Let’s Talk Books With Kim Kelly, Author of Jewel Sea


Welcome to this week’s edition of Let’s Talk Books. Today’s special guest is Aussie author Kim Kelly! Kim writes sweeping historical saga’s that will sweep you away into another time and place all without leaving the comfort of your very own arm chair! Her writing is stunning and I’m really fortunate to be able to host her on the blog today.

 Kim Kelly is the author of four novels and one novella about Australia, its heritage and its people that are loved by readers all over the world.  Her stories shine a bright light on forgotten corners of our past and the tales of ordinary people living through extraordinary times. A striking characteristic of Kim’s writing is her ability to lead readers gently and lyrically into difficult terrain, exploring themes of bigotry, class conflict, disadvantage and violence in our shared history, which still plague the world today.

Kim is an editor and literary consultant by trade so stories fill her everyday – and most nights too.

Love is the fuel that fires her intellectual engine. In fact she takes love so seriously she once donated a kidney to her husband to prove it, and also to save his life.

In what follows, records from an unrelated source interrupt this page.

impl Stack {
    /// Opens `paths` as a stack of `units` grids: the bands of one file, or one band per file,
    /// all on the same grid.
    fn open(paths: &[PathBuf], read: &ReadOptions, units: Units) -> Result<Stack> {
        let what = units.what();
        if let [path] = paths {
            let source = RowSource::open(path, read)?;
            let labels = source
                .info()
                .names
                .iter()
                .enumerate()
                .map(|(b, n)| match n.is_empty() {
                    true => format!("{} band {}", file_name(path), b + 1),
                    false => format!("{} band {} ({n})", file_name(path), b + 1),
                })
                .collect();
            let mut stack = Stack {
                geometry: source.geometry().clone(),
                bands: Vec::new(),
                labels,
                paths: vec![path.clone(); source.band_count()],
                notes: source.notes().to_vec(),
                sources: Vec::new(),
            };
            stack.add_bands(source, units)?;
            return Ok(stack);
        }
        let mut stack: Option<Stack> = None;
        for path in paths {
            if paths.iter().filter(|p| *p == path).count() > 1 {
                return Err(FlexureError::input(
                    path,
                    format!("is given twice as a {what} grid: give each sector once"),
                ));
            }
            let source = RowSource::open(path, read)?;
            if source.band_count() != 1 {
                return Err(FlexureError::input(
                    path,
                    format!(
                        "has {} bands: give one single-band {what} grid per sector, or one raster with a band per sector",
                        source.band_count()
                    ),
                ));
            }
            let s = stack.get_or_insert_with(|| Stack {
                geometry: source.geometry().clone(),
                sources: Vec::new(),
                bands: Vec::new(),
                labels: Vec::new(),
                paths: Vec::new(),
                notes: Vec::new(),
            });
            if let Some(why) = s.geometry.mismatch(source.geometry()) {
                return Err(FlexureError::input(
                    path,
                    format!(
                        "is not on the grid of {} ({why}): give every {what} grid on the same bins",
                        s.labels[0]
                    ),
                ));
            }
            s.labels.push(file_name(path));
            s.paths.push(path.clone());
            s.notes.extend(source.notes().iter().cloned());
            s.add_bands(source, units)?;
        }
        stack.ok_or_else(|| FlexureError::Parameter(format!("no {what} grid given")))
    }

    /// Adds every band of `source`, converting sector times declared in seconds to ms and
    /// refusing sector grids declared in a length unit.
    fn add_bands(&mut self, source: RowSource, units: Units) -> Result<()> {
        if units == Units::Time && declares_shifts(source.info().item(QUALITY_ITEM)) {
            return Err(FlexureError::input(
                source.path(),
                format!("holds correlation qualities ({QUALITY_ITEM}=yes), not sector times: give the sector_times.tif beside it, and use the qualities with --weights quality"),
            ));
        }
        for (band, unit) in source.info().units.iter().enumerate() {
            let factor = match (units, DeclaredUnit::parse(unit)) {
                (Units::Weight, _) => 1.0,
                (Units::Time, Some(DeclaredUnit::Seconds)) => {
                    self.notes.push(format!(
                        "{}: a band declared in seconds converted to ms",
                        source.path().display()
                    ));
                    1000.0
                }
                (Units::Time, Some(DeclaredUnit::Length(_))) => {
                    return Err(FlexureError::input(
                        source.path(),
                        format!("declares its values in '{unit}', a length: sector grids hold two-way times or time shifts in ms"),
                    ))
                }
                (Units::Time, _) => 1.0,
            };
            self.bands.push(StackBand {
                source: self.sources.len(),
                band,
                factor,
            });
        }
        self.sources.push(source);
        Ok(())
    }

    /// Number of grids.
    fn len(&self) -> usize {
        self.bands.len()
    }

    /// Rows `rows` of grid `k`, every column, NaN nulls, times in ms.
    fn read_rows(&self, k: usize, rows: Range<usize>) -> Result<Array2<f64>> {
        let b = &self.bands[k];
        let mut values = self.sources[b.source].read_rows(b.band, rows)?;
        if b.factor != 1.0 {
            values.mapv_inplace(|t| t * b.factor);
        }
        Ok(values)
    }

    /// The file of the stack (the first, for one file per grid).
    fn path(&self) -> &Path {
        self.sources[0].path()
    }

    /// The folder of the stack's (first) file.
    fn folder(&self) -> PathBuf {
        self.path()
            .parent()
            .map(Path::to_path_buf)
            .unwrap_or_default()
    }

    /// Every file of the stack.
    fn files(&self) -> impl Iterator<Item = PathBuf> + '_ {
        self.sources.iter().map(|s| s.path().to_path_buf())
    }

    /// The azimuth each grid's band declares ([`AZIMUTH_ITEM`], degrees), `None` where it
    /// declares none; a value that is not a finite number is refused.
    fn declared_azimuths(&self) -> Result<Vec<Option<f64>>> {
        self.bands
            .iter()
            .map(|b| {
                let source = &self.sources[b.source];
                let Some(text) = source.band_item(b.band, AZIMUTH_ITEM) else {
                    return Ok(None);
                };
                let azimuth = text.trim().parse::<f64>().ok().filter(|a| a.is_finite());
                azimuth.map(Some).ok_or_else(|| {
                    FlexureError::input(
                        source.path(),
                        format!(
                            "band {}: {AZIMUTH_ITEM}={text} is not a number of degrees: correct the band metadata, or give --azimuths",
                            b.band + 1
                        ),
                    )
                })
            })
            .collect()
    }

    /// Dataset metadata item `key` of the stack's files, which must all agree.
    fn item(&self, key: &str) -> Result<Option<String>> {
        let first = self.sources[0].info().item(key);
        for other in &self.sources[1..] {
            let value = other.info().item(key);
            if value != first {
                let shown =
                    |v: Option<&str>| v.map_or("nothing".to_string(), |v| format!("{key}={v}"));
                return Err(FlexureError::input(
                    other.path(),
                    format!(
                        "declares {} but {} declares {}: give sector grids of one kind",
                        shown(value),
                        self.path().display(),
                        shown(first)
                    ),
                ));
            }
        }
        Ok(first.map(str::to_string))
    }

    /// Refuses `other` (a stack read with this one) on another grid, naming both files and
    /// what `other` is.
    fn refuse_other_grid(&self, other: &Stack, what: &str) -> Result<()> {
        match self.geometry.mismatch(&other.geometry) {
            Some(why) => Err(FlexureError::input(
                other.path(),
                format!(
                    "{what} is not on the grid of {} ({why}): give grids on the same bins",
                    self.path().display()
                ),
            )),
            None => Ok(()),
        }
    }
}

Originally from Sydney, Kim now lives in Millthorpe, a tiny gold-rush village in the wide, rolling hills of central western New South Wales, where the ghosts are mostly friendly and her grown sons come home regularly to graze.


What are you currently reading?

Right now I’m reading a gorgeous manuscript by a well-known Australian author. When I’m not writing, I’m a book editor and literary consultant, so I read a lot of books before they step out into the world, and I’ve had a great run lately of three magnificent manuscripts in a row – stories by Australian women that really sing. I can’t divulge who the authors are – that would be breaking the rules of Secret Editors’ Business – but sometimes this job is the best job ever.

What was the last book you bought?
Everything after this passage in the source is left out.